Çarşılar gezildi, alışveriş tamam. Pek alacak bir şey bulamadınız. Baharat, kilim, dokuma, altın tümü bizde de var. Ama Halep'ten almadan asla Türkiye'ye dönmemeniz gereken iki yiyecek var: Baklava ve lokum. "Baklavanın ve lokumun alası bizde," demeyin. Böylesini yememişsinizdir.
Tüm tarihi mekanları gezip alışverişi de tamamladıktan sonra, akşam yemeğinden önce bir-iki saatiniz var. Çünkü Halepliler, tıpkı İspanyollar gibi, akşam yemeğine 22:30'dan önce çıkmıyorlar.
Yemekten önce içki içmek için en iyi adres Baron Otel. 1911'de inşa edilen otel Ermeni bir aileye ait. Otel müşteri listesinde Agatha Christie ve Atatürk var. Gayet keyifli bir barı olan otelin resepsiyon görevlisi, isterseniz sizin için Atatürk'ün kaldığı odaya bir mini-tur düzenliyor.
Ve akşam yemeği! Halep'te akşam yemeğinde muhakkak eğlence var.

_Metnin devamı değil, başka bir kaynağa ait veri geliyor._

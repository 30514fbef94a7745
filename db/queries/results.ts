import { sql } from "kysely";
import type { Executor } from "../schema";

export type ResultKind = "full" | "monteCarlo";

const resultColumns = [
  "id",
  "scenario_id as scenarioId",
  "engine_version as engineVersion",
  "inputs_hash as inputsHash",
  "kind",
  "status",
  "progress",
  "result",
  "error",
  "created_at as createdAt",
  "started_at as startedAt",
  "finished_at as finishedAt",
  "requested_by as requestedBy",
  "draws",
] as const;

export type ResultRow = NonNullable<Awaited<ReturnType<typeof findResult>>>;

export async function findResult(db: Executor, scenarioId: string, engineVersion: string, inputsHash: string, kind: ResultKind) {
  return db
    .selectFrom("scenario_results")
    .select(resultColumns)
    .where("scenario_id", "=", scenarioId)
    .where("engine_version", "=", engineVersion)
    .where("inputs_hash", "=", inputsHash)
    .where("kind", "=", kind)
    .executeTakeFirst();
}

/** The newest row of a kind for a scenario, whatever its key (for the project list's headline). */
export async function latestResultsOfKind(db: Executor, scenarioIds: string[], kind: ResultKind) {
  if (scenarioIds.length === 0) return [];
  return db
    .selectFrom("scenario_results")
    .select(resultColumns)
    .distinctOn("scenario_id")
    .where("scenario_id", "in", scenarioIds)
    .where("kind", "=", kind)
    .where("status", "=", "done")
    .orderBy("scenario_id")
    .orderBy("finished_at", "desc")
    .execute();
}

/** Store a finished result under its key (a recompute of the same key replaces the old row). */
export async function upsertDoneResult(
  db: Executor,
  r: { scenarioId: string; engineVersion: string; inputsHash: string; kind: ResultKind; result: unknown },
) {
  return db
    .insertInto("scenario_results")
    .values({
      scenario_id: r.scenarioId,
      engine_version: r.engineVersion,
      inputs_hash: r.inputsHash,
      kind: r.kind,
      status: "done",
      progress: 1,
      result: JSON.stringify(r.result),
      finished_at: sql`now()`,
    })
    .onConflict((oc) =>
      oc.constraint("scenario_results_key").doUpdateSet({
        status: "done",
        progress: 1,
        result: JSON.stringify(r.result),
        error: null,
        finished_at: sql`now()`,
      }),
    )
    .returning(["id"])
    .executeTakeFirstOrThrow();
}

export async function findResultById(db: Executor, id: string) {
  return db.selectFrom("scenario_results").select(resultColumns).where("id", "=", id).executeTakeFirst();
}

/**
 * A queued row for this key. A failed row is queued again; a queued, running or done row is left as it
 * is. `queuedNow` says whether this call queued it (and so must send its job, in the same transaction).
 */
export async function queueResultRow(
  db: Executor,
  j: { scenarioId: string; engineVersion: string; inputsHash: string; kind: ResultKind; requestedBy: string | null; draws: number; status?: "queued" | "failed"; error?: string },
): Promise<{ row: ResultRow; queuedNow: boolean }> {
  const status = j.status ?? "queued";
  const queued = await db
    .insertInto("scenario_results")
    .values({
      scenario_id: j.scenarioId,
      engine_version: j.engineVersion,
      inputs_hash: j.inputsHash,
      kind: j.kind,
      status,
      requested_by: j.requestedBy,
      draws: j.draws,
      error: j.error ?? null,
      finished_at: status === "failed" ? sql`now()` : null,
    })
    .onConflict((oc) =>
      oc
        .constraint("scenario_results_key")
        .doUpdateSet({ status, progress: 0, error: j.error ?? null, result: null, finished_at: status === "failed" ? sql`now()` : null, started_at: null, requested_by: j.requestedBy, draws: j.draws })
        .where("scenario_results.status", "=", "failed"),
    )
    .returning("id")
    .executeTakeFirst();
  const row = await findResult(db, j.scenarioId, j.engineVersion, j.inputsHash, j.kind);
  if (!row) throw new Error("scenario_results: the queued row vanished");
  return { row, queuedNow: Boolean(queued) && status === "queued" };
}

/**
 * Queued rows of a scenario computed from inputs that a newer save replaced: nobody will look at them,
 * so they are not run (a running one finishes; its hash check happens before it starts computing).
 */
export async function supersedeQueuedResults(db: Executor, scenarioId: string, keepInputsHash: string) {
  await db
    .updateTable("scenario_results")
    .set({ status: "failed", error: "Superseded by a newer save before it ran.", finished_at: sql`now()` })
    .where("scenario_id", "=", scenarioId)
    .where("status", "=", "queued")
    .where("inputs_hash", "<>", keepInputsHash)
    .execute();
}

/** A worker starts on the row (unless it is finished already): returns false when there is nothing to do. */
export async function markResultRunning(db: Executor, id: string): Promise<boolean> {
  const r = await db
    .updateTable("scenario_results")
    .set({ status: "running", started_at: sql`now()`, progress: 0.02 })
    .where("id", "=", id)
    .where("status", "in", ["queued", "running"])
    .returning("id")
    .executeTakeFirst();
  return Boolean(r);
}

export async function setResultProgress(db: Executor, id: string, progress: number) {
  await db
    .updateTable("scenario_results")
    .set({ progress: Math.max(0, Math.min(1, progress)) })
    .where("id", "=", id)
    .where("status", "=", "running")
    .execute();
}

/**
 * Store a finished result once: only a row that is not done yet is written, so a job that ran twice (a
 * worker killed after computing, a retry racing a slow first try) leaves exactly one stored result.
 * Returns whether this call stored it.
 */
export async function storeResultOnce(db: Executor, id: string, result: unknown): Promise<boolean> {
  const r = await db
    .updateTable("scenario_results")
    .set({ status: "done", progress: 1, result: JSON.stringify(result), error: null, finished_at: sql`now()` })
    .where("id", "=", id)
    .where("status", "<>", "done")
    .returning("id")
    .executeTakeFirst();
  return Boolean(r);
}

export async function failResult(db: Executor, id: string, error: string) {
  await db
    .updateTable("scenario_results")
    .set({ status: "failed", error: error.slice(0, 1000), finished_at: sql`now()` })
    .where("id", "=", id)
    .where("status", "<>", "done")
    .execute();
}

/** Rows waiting for a worker (queued or running), oldest first: re-submitted when a worker starts. */
export async function openResultRows(db: Executor, limit = 500) {
  return db
    .selectFrom("scenario_results")
    .select(["id", "kind", "created_at as createdAt"])
    .where("status", "in", ["queued", "running"])
    .orderBy("created_at")
    .limit(limit)
    .execute();
}
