import { describe, expect, it } from "vitest";
import { carbonCostPerYear, emissionsFootprint, waterFootprint } from "@/lib/engine/footprint";
import { globalWarmingPotential100 } from "@/lib/engine/refrigerants";

describe("water footprint", () => {
  it("withdrawn = makeup, consumed = evaporation + drift, per MWh rejected (hand numbers)", () => {
    // 6000 m³ makeup, 4500 evaporation, 5 drift, 1495 blowdown over 5,000 MWh rejected:
    // withdrawn 6000 m³ → 1.2 m³/MWh; consumed 4505 m³ → 0.901 m³/MWh.
    const w = waterFootprint({ evaporation: 4500, drift: 5, blowdown: 1495, makeup: 6000, sewerBilled: 6000 }, 5_000_000);
    expect(w.withdrawnM3).toBe(6000);
    expect(w.consumedM3).toBe(4505);
    expect(w.withdrawnM3PerMWh).toBeCloseTo(1.2, 12);
    expect(w.consumedM3PerMWh).toBeCloseTo(0.901, 12);
  });

  it("a dry option has none", () => {
    expect(waterFootprint({ evaporation: 0, drift: 0, blowdown: 0, makeup: 0, sewerBilled: 0 }, 1000).consumedM3PerMWh).toBe(0);
  });
});

describe("emissions", () => {
  it("= kWh × grid factor + leak fraction × inventory × GWP (hand calculation)", () => {
    // 250,000 kWh × 0.37 kg/kWh = 92,500 kg; R-134a (AR5 GWP 1300 [memory, IPCC AR5 Table 8.A.1]):
    // 0.05 × 160 kg × 1300 = 10,400 kg; total 102,900 kg over 5,000 MWh = 20.58 kg/MWh; 8 kg leaked.
    const e = emissionsFootprint({
      electricityKWh: 250_000,
      gridFactorKgCO2ePerKWh: 0.37,
      inventoryKg: 160,
      annualLeakFraction: 0.05,
      gwp100: globalWarmingPotential100("R134a", "AR5"),
      heatRejectedKWh: 5_000_000,
    });
    expect(e.electricityKgCO2e).toBeCloseTo(92_500, 6);
    expect(e.leakageKgCO2e).toBeCloseTo(10_400, 6);
    expect(e.totalKgCO2e).toBeCloseTo(102_900, 6);
    expect(e.totalKgCO2ePerMWh).toBeCloseTo(20.58, 9);
    expect(e.leakedRefrigerantKg).toBeCloseTo(8, 12);
  });

  it("ammonia leakage adds no CO₂e (GWP 0)", () => {
    const e = emissionsFootprint({
      electricityKWh: 1000,
      gridFactorKgCO2ePerKWh: 0.5,
      inventoryKg: 80,
      annualLeakFraction: 0.05,
      gwp100: globalWarmingPotential100("R717", "AR6"),
      heatRejectedKWh: 0,
    });
    expect(e.totalKgCO2e).toBe(500);
    expect(e.leakedRefrigerantKg).toBeCloseTo(4, 12);
  });

  it("carbon cost = tonnes × price (hand: 102.9 t × 50 = 5145)", () => {
    expect(carbonCostPerYear(102_900, 50)).toBeCloseTo(5145, 9);
  });
});
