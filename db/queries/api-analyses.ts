import { sql } from "kysely";
import type { Executor } from "../schema";

/** Store an analysis API request that a worker will run. */
export async function insertApiAnalysis(
  ex: Executor,
  row: { userId: string; draws: number; inputsHash: string; input: unknown },
): Promise<{ id: string; status: string; createdAt: Date }> {
  return ex
    .insertInto("api_analyses")
    .values({ user_id: row.userId, draws: row.draws, inputs_hash: row.inputsHash, input: JSON.stringify(row.input) })
    .returning(["id", "status", "created_at as createdAt"])
    .executeTakeFirstOrThrow();
}

/** One analysis API request of one user (undefined for anyone else's id). */
export async function findApiAnalysisOfUser(ex: Executor, analysisId: string, userId: string) {
  return ex
    .selectFrom("api_analyses")
    .select(["id", "status", "result", "error", "created_at as createdAt", "started_at as startedAt", "finished_at as finishedAt"])
    .where("id", "=", analysisId)
    .where("user_id", "=", userId)
    .executeTakeFirst();
}

/** The row a worker runs (any user's: the worker acts for the queue, not for a viewer). */
export function findApiAnalysisForJob(ex: Executor, analysisId: string) {
  return ex.selectFrom("api_analyses").select(["id", "status", "input"]).where("id", "=", analysisId).executeTakeFirst();
}

/** Mark a request failed with its reason and drop its input, unless it already finished. */
export async function failApiAnalysis(ex: Executor, analysisId: string, error: string): Promise<void> {
  await ex
    .updateTable("api_analyses")
    .set({ status: "failed", error, input: null, finished_at: sql`now()` })
    .where("id", "=", analysisId)
    .where("status", "<>", "done")
    .execute();
}

/** Claim a queued (or retried running) request; false when it is no longer open. */
export async function markApiAnalysisRunning(ex: Executor, analysisId: string): Promise<boolean> {
  const row = await ex
    .updateTable("api_analyses")
    .set({ status: "running", started_at: sql`now()` })
    .where("id", "=", analysisId)
    .where("status", "in", ["queued", "running"])
    .returning("id")
    .executeTakeFirst();
  return row !== undefined;
}

/** Store the answer once (false when another run stored it first) and drop the input. */
export async function storeApiAnalysisResultOnce(ex: Executor, analysisId: string, result: unknown): Promise<boolean> {
  const row = await ex
    .updateTable("api_analyses")
    .set({ status: "done", result: JSON.stringify(result), input: null, error: null, finished_at: sql`now()` })
    .where("id", "=", analysisId)
    .where("status", "<>", "done")
    .returning("id")
    .executeTakeFirst();
  return row !== undefined;
}

/** Delete requests older than the retention; returns how many. */
export async function deleteApiAnalysesOlderThan(ex: Executor, hours: number): Promise<number> {
  const r = await ex
    .deleteFrom("api_analyses")
    .where("created_at", "<", sql<Date>`now() - make_interval(hours => ${hours})`)
    .executeTakeFirst();
  return Number(r.numDeletedRows);
}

Halepliler akşam çıkacaklarsa şarkılıtürkülü- göbekli olsun istiyorlar. Öğle yemeği yediğiniz mekanlarda, bu tarz eğlenceli akşam yemekleri de mümkün. Ancak tavsiyemiz ne yapın edin ve size Halep Şehir Kulübü'nde rezervasyon yaptırabilecek, kulübe üye bir tanıdık bulun. İki sebeple: Birincisi mekanı görmek için, çünkü muhteşem bir tarihi yapı. İkincisi Halep'in kaymak tabakasının nasıl eğlendiğini görmek için, çünkü onları seyrederek iki kat eğleniyorsunuz.
Hanımlar standart bir cumartesi eğlencesine düğüne gider gibi süslenerek gidiyorlar. Sarı boyalı topuzlu saçlar, pırlantalar, yüksek topuklu ayakkabılar, balık eti vücutlarına yapışan daracık döpiyeslerle göbek atıyorlar. Karşılarında da kocaları, nişanlıları, sevgilileri. Göbek dansı belli ki hayatlarının önemli bir parçası.
Pistte bu eğlence dönerken masalarda da şaşırtıcı bir sahne var. O şık hanımlar, kimisi 20'lerinde kimisi 70'lerinde, tüm akşam boyunca sandalyelerinin kenarına yerleştirilmiş nargileleri tüttürüyorlar.
Nargile hayatlarının o kadar içinde ki, ertesi sabah bir karı kocayı, iki çocuğuyla birlikte otelin kahvaltı salonunda oturmuş, bir yandan yumurtalarını afiyetle yerken bir yandan da nargile içerken görürseniz şaşırmayın!